Beispielhafte Karteikarten für deinen Ökologie Kurs an der Universität Rostock - von Kommilitonen auf StudySmarter erstellt!

Q:
Was ist Abundanz, was Dominanz?
A:
Abundant: Anzahl Der Individuen einer Art bezogen auf ihr Habitat

Dominanz: Bezeichnet das Vorherrscheb einer Art in einer Lebensgemeinschaft bezüglich ihrer dreidimensionalen Raum Nutzung
Q:
Warum entsteht im Zuge der Evolution kein „Superorganismus“? (6)
A:
 Die Selektion wirkt auf den Phänotyp. Dieser ist aber nicht mit dem Genotyp identisch.

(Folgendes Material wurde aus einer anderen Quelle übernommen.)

func TestMutations(t *testing.T) {
	l := testLayout(t, false)
	const (
		colBlock = 2 // B
		colTreat = 4 // D
		colH     = 5 // E
	)
	tests := []struct {
		name   string
		mutate func(f *excelize.File)
		opt    ReadOptions
		fatal  string // a *FileError containing this
		sev    Severity
		cell   string
		msg    string
		clean  bool
	}{
		{name: "sorted rows are harmless", clean: true, mutate: func(f *excelize.File) {
			// Reverse the data rows, as sorting by a column would.
			rows, _ := f.GetRows(SheetEntry, excelize.Options{RawCellValue: true})
			data := rows[1:]
			for k := range data {
				r := data[len(data)-1-k]
				row := k + 2
				for j, v := range r {
					var n float64
					if _, err := fmt.Sscan(v, &n); err == nil && j != 3 {
						f.SetCellFloat(SheetEntry, cell(j+1, row), n, -1, 64)
					} else {
						f.SetCellStr(SheetEntry, cell(j+1, row), v)
					}
				}
			}
		}},
		{name: "deleted row", mutate: func(f *excelize.File) { f.RemoveRow(SheetEntry, 3) }, sev: Error, msg: "unit 102", cell: ""},
		{name: "duplicated row", mutate: func(f *excelize.File) { f.DuplicateRowTo(SheetEntry, 2, 11) }, sev: Error, cell: "A11", msg: "appears again (first in A2)"},
		{name: "swapped treatments", mutate: func(f *excelize.File) {
			a, _ := f.GetCellValue(SheetEntry, "D2")
			b, _ := f.GetCellValue(SheetEntry, "D3")
			f.SetCellStr(SheetEntry, "D2", b)
			f.SetCellStr(SheetEntry, "D3", a)
		}, sev: Error, cell: "D2", msg: "Treatment was"},
		{name: "edited block", mutate: func(f *excelize.File) { f.SetCellInt(SheetEntry, cell(colBlock, 4), 3) }, sev: Error, cell: "B4", msg: `Bench was "1" in the plan and is now "3"`},
		{name: "text in a number cell", mutate: func(f *excelize.File) { f.SetCellStr(SheetEntry, "E5", "n/a") }, sev: Error, cell: "E5", msg: `"n/a" is not a number`},
		{name: "decimal comma", mutate: func(f *excelize.File) { f.SetCellStr(SheetEntry, "E5", "12,5") }, sev: Error, cell: "E5", msg: "--decimal-comma"},
		{name: "decimal comma accepted", opt: ReadOptions{DecimalComma: true}, clean: true, mutate: func(f *excelize.File) { f.SetCellStr(SheetEntry, "E5", "12,5") }},
		{name: "number stored as text", mutate: func(f *excelize.File) { f.SetCellStr(SheetEntry, "E5", "12.5") }, sev: Warning, cell: "E5", msg: "number stored as text"},
		{name: "out of range", mutate: func(f *excelize.File) { f.SetCellFloat(SheetEntry, "E5", 999, -1, 64) }, sev: Error, cell: "E5", msg: "outside the declared range 0..200"},
		{name: "blank response", mutate: func(f *excelize.File) { f.SetCellValue(SheetEntry, "E5", nil) }, sev: Warning, msg: "1 unit of treatment"},
		{name: "unknown unit", mutate: func(f *excelize.File) { f.SetCellInt(SheetEntry, "A4", 999) }, sev: Error, cell: "A4", msg: `unit "999" is not in the plan`},
		{name: "moved column", mutate: func(f *excelize.File) { f.SetCellStr(SheetEntry, "E1", "mass_g") }, fatal: `cell E1: header "mass_g" where "height_cm" belongs`},
		{name: "plan sheet deleted", mutate: func(f *excelize.File) { f.DeleteSheet(SheetData) }, fatal: "hidden plan sheet is missing"},
		{name: "date cell", mutate: func(f *excelize.File) {
			st, _ := f.NewStyle(&excelize.Style{NumFmt: 14})
			f.SetCellFloat(SheetEntry, "E5", 45000, -1, 64)
			f.SetCellStyle(SheetEntry, "E5", "E5", st)
		}, sev: Error, cell: "E5", msg: "formatted as a date"},
		{name: "custom date format", mutate: func(f *excelize.File) {
			code := `dd"."mm"."yyyy`
			st, _ := f.NewStyle(&excelize.Style{CustomNumFmt: &code})
			f.SetCellStyle(SheetEntry, "E5", "E5", st)
		}, sev: Error, cell: "E5", msg: "formatted as a date"},
		{name: "formula without a saved result", mutate: func(f *excelize.File) {
			f.SetCellValue(SheetEntry, "E5", nil)
			f.SetCellFormula(SheetEntry, "E5", "E4*2")
		}, sev: Error, cell: "E5", msg: "formula =E4*2 without a saved result"},
		{name: "TRUE/FALSE cell", mutate: func(f *excelize.File) { f.SetCellBool(SheetEntry, "E5", true) }, sev: Error, cell: "E5", msg: "TRUE/FALSE cell"},
		{name: "NaN text", mutate: func(f *excelize.File) { f.SetCellStr(SheetEntry, "E5", "NaN") }, sev: Error, cell: "E5", msg: "is NaN"},
		{name: "Inf text", mutate: func(f *excelize.File) { f.SetCellStr(SheetEntry, "E5", "-Inf") }, sev: Error, cell: "E5", msg: "is an infinity"},
		{name: "hex text", mutate: func(f *excelize.File) { f.SetCellStr(SheetEntry, "E5", "0x10") }, sev: Error, cell: "E5", msg: "hexadecimal"},
		{name: "range given on check", opt: ReadOptions{Ranges: map[string]Range{"height_cm": {Min: f64(0), Max: f64(1000)}}}, mutate: func(f *excelize.File) { f.SetCellFloat(SheetEntry, "E5", 999, -1, 64) }, sev: Warning, msg: "checked against the range 0..1000 given with --range, not the plan's 0..200"},
		{name: "status lost with a reason", mutate: func(f *excelize.File) {
			f.SetCellValue(SheetEntry, "E5", nil)
			f.SetCellValue(SheetEntry, "F5", nil)
			f.SetCellStr(SheetEntry, "G5", "lost")
			f.SetCellStr(SheetEntry, "H5", "pot knocked over")
		}, sev: Warning, msg: "Status: 1 unit lost and 0 units excluded"},
		{name: "status lost without a reason", mutate: func(f *excelize.File) {
			f.SetCellValue(SheetEntry, "E5", nil)
			f.SetCellValue(SheetEntry, "F5", nil)
			f.SetCellStr(SheetEntry, "G5", "Lost")
		}, sev: Error, cell: "H5", msg: "is lost but the Reason is empty"},
		{name: "status lost with a value", mutate: func(f *excelize.File) {
			f.SetCellStr(SheetEntry, "G5", "lost")
			f.SetCellStr(SheetEntry, "H5", "died")
		}, sev: Error, cell: "E5", msg: "is lost but has the value"},
		{name: "status unknown word", mutate: func(f *excelize.File) { f.SetCellStr(SheetEntry, "G5", "dead") }, sev: Error, cell: "G5", msg: `Status "dead": must be empty, measured, lost or excluded`},
		{name: "chunk count huge", mutate: func(f *excelize.File) { f.SetCellStr(SheetData, "B3", "1000000000000") }, fatal: "is not a whole number from 1 to"},
		{name: "plan JSON edited", mutate: func(f *excelize.File) {
			v, _ := f.GetCellValue(SheetData, "A4")
			f.SetCellStr(SheetData, "A4", strings.Replace(v, `"seed":17`, `"seed":18`, 1))
		}, fatal: "does not match its checksum"},
	}
	for _, tt := range tests {
		t.Run(tt.name, func(t *testing.T) {
			path, f := filled(t, l)
			tt.mutate(f)
			save(t, f, path)
			before, _ := os.ReadFile(path)
			fl, err := Read(path, tt.opt)
			after, _ := os.ReadFile(path)
			if string(before) != string(after) {
				t.Error("Read modified the file")
			}
			if tt.fatal != "" {
				var fe *FileError
				if !errors.As(err, &fe) || !strings.Contains(err.Error(), tt.fatal) {
					t.Fatalf("got %v, want a FileError with %q", err, tt.fatal)
				}
				return
			}
			if err != nil {
				t.Fatal(err)
			}
			if tt.clean {
				if len(fl.Problems) != 0 {
					t.Errorf("problems: %v", fl.Problems)
				}
				return
			}
			for _, p := range fl.Problems {
				if p.Severity == tt.sev && p.Cell == tt.cell && strings.Contains(p.Msg, tt.msg) {
					return
				}
			}
			t.Errorf("no %s at %q with %q; got %v", tt.sev, tt.cell, tt.msg, fl.Problems)
		})
	}
}

func TestBlind(t *testing.T) {
	l := testLayout(t, true)
	path, f := filled(t, l)
	save(t, f, path)
	// Nothing in the workbook names a treatment or the seed.
	g, _ := excelize.OpenFile(path)
	for _, sheet := range g.GetSheetList() {
		rows, _ := g.GetRows(sheet)
		for _, r := range rows {
			for _, v := range r {
				if strings.Contains(v, `"seed":17`) || v == "F1" || strings.Contains(v, "\nF1") {
					t.Errorf("sheet %s reveals the blind: %q", sheet, v)
				}
			}
		}
	}
	fl, err := Read(path, ReadOptions{})
	if err != nil {
		t.Fatal(err)
	}
	if !fl.Sealed || fl.Errors() != 0 {
		t.Errorf("sealed %v, problems %v", fl.Sealed, fl.Problems)
	}
	key := design.KeyOf(l)
	fl, err = Read(path, ReadOptions{Key: &key})
	if err != nil || fl.Sealed || fl.Layout.Units[0].Treatment != l.Units[0].Treatment {
		t.Fatalf("with key: %v", err)
	}
	other := testLayout(t, true)
	other.Plan.Seed = 18
	other, _ = randomize.Assign(other.Plan)
	wrong := design.KeyOf(other)
	if _, err := Read(path, ReadOptions{Key: &wrong}); err == nil || !strings.Contains(err.Error(), "the key belongs to another plan") {
		t.Errorf("wrong key: %v", err)
	}
}

func TestRefusesOverwrite(t *testing.T) {
	l := testLayout(t, false)
	path := filepath.Join(t.TempDir(), "x.xlsx")
	os.WriteFile(path, []byte("user data"), 0o644)
	if err := Write(path, l, meta, false); err == nil || !strings.Contains(err.Error(), "--force") {
		t.Fatalf("got %v", err)
	}
	if b, _ := os.ReadFile(path); string(b) != "user data" {
		t.Error("file replaced")
	}
	if err := Write(path, l, meta, true); err != nil {
		t.Fatal(err)
	}
}

func TestNotAWorkbook(t *testing.T) {
	path := filepath.Join(t.TempDir(), "x.xlsx")
	os.WriteFile(path, []byte("this is not a zip"), 0o644)
	_, err := Read(path, ReadOptions{})
	var fe *FileError
	if !errors.As(err, &fe) || !strings.Contains(err.Error(), "cannot be read as an .xlsx workbook") {
		t.Errorf("got %v", err)
	}
}

// TestLibreOfficeRoundTrip re-saves a filled workbook in another
// spreadsheet program and reads it back: the data must be identical.
func TestLibreOfficeRoundTrip(t *testing.T) {
	lo := needLibreOffice(t)
	l := testLayout(t, false)
	path, f := filled(t, l)
	save(t, f, path)
	out := filepath.Join(t.TempDir(), "resaved")
	home := t.TempDir() // a fresh profile, so parallel runs do not collide
	cmd := exec.Command(lo, "--headless", "--norestore", "-env:UserInstallation=file://"+home, "--convert-to", "xlsx", "--outdir", out, path)
	if b, err := cmd.CombinedOutput(); err != nil {
		t.Fatalf("libreoffice: %v\n%s", err, b)
	}
	want, err := Read(path, ReadOptions{})
	if err != nil {
		t.Fatal(err)
	}
	got, err := Read(filepath.Join(out, "trial.xlsx"), ReadOptions{})
	if err != nil {
		t.Fatal(err)
	}
	if len(got.Problems) != 0 {
		t.Errorf("problems after re-save: %v", got.Problems)
	}
	for k := range want.Values {
		for i := range want.Values[k] {
			if got.Values[k][i].Text != want.Values[k][i].Text {
				t.Errorf("response %d unit %d: %q after re-save, %q before", k, i, got.Values[k][i].Text, want.Values[k][i].Text)
			}
		}
	}
}

// FuzzReadWorkbook feeds mutated workbooks and random bytes to the reader:
// it must never panic, and must return either a result or an error. Run it
// with -fuzzminimizetime=0: minimising an 8 kB workbook input byte by byte
// takes minutes and looks like a stall.
func FuzzReadWorkbook(f *testing.F) {
	l := testLayout(f, false)
	dir := f.TempDir()
	path := filepath.Join(dir, "seed.xlsx")
	if err := Write(path, l, meta, false); err != nil {
		f.Fatal(err)
	}
	valid, _ := os.ReadFile(path)
	f.Add(valid)
	// A non-ASCII plan, so that mutations reach multi-byte text.
	upath := filepath.Join(dir, "unicode.xlsx")
	if err := Write(upath, unicodeLayout(f, 2), meta, false); err != nil {
		f.Fatal(err)
	}
	uvalid, _ := os.ReadFile(upath)
	f.Add(uvalid)
	f.Add([]byte("PK\x03\x04 not really a zip"))
	f.Add([]byte{})
	f.Fuzz(func(t *testing.T, b []byte) {
		p := filepath.Join(t.TempDir(), "f.xlsx")
		if err := os.WriteFile(p, b, 0o644); err != nil {
			t.Fatal(err)
		}
		fl, err := Read(p, ReadOptions{})
		if err == nil && fl == nil {
			t.Fatal("nil result without error")
		}
	})
}

func BenchmarkWorkbook(b *testing.B) {
	for _, blocks := range []int{100, 1000} {
		p := design.Plan{Title: "bench", Design: design.RCBD,
			Factors: []design.Factor{{Name: "t", Levels: []string{"a", "b", "c", "d", "e", "f", "g", "h", "i", "j"}}},
			Reps:    []int{1, 1, 1, 1, 1, 1, 1, 1, 1, 1}, Blocks: blocks, BlockName: "bench",
			Responses: []design.Response{{Name: "y", Min: f64(0), Max: f64(100)}}, Seed: 1}
		l, err := randomize.Assign(p)
		if err != nil {
			b.Fatal(err)
		}
		b.Run(fmt.Sprintf("units=%d/write+read", blocks*10), func(b *testing.B) {
			b.ReportAllocs()
			dir := b.TempDir()
			for i := 0; i < b.N; i++ {
				path := filepath.Join(dir, fmt.Sprintf("w%d.xlsx", i))
				if err := Write(path, l, meta, false); err != nil {
					b.Fatal(err)
				}
				fl, err := Read(path, ReadOptions{})
				if err != nil || fl.Errors() != 0 {
					b.Fatal(err)
				}
			}
		})
	}
}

 Die wirkenden Umweltfaktoren sind nicht konstant. Somit ist eine ständige Neuanpassung notwendig.

 Organismen sind gezwungen, ständig Kompromisse einzugehen

 Anpassungen haben stets „Kosten“. Die Anpassung an einen Faktor kann andere
Fähigkeiten behindern.

 Anpassungen haben strukturelle und physiologische Grenzen.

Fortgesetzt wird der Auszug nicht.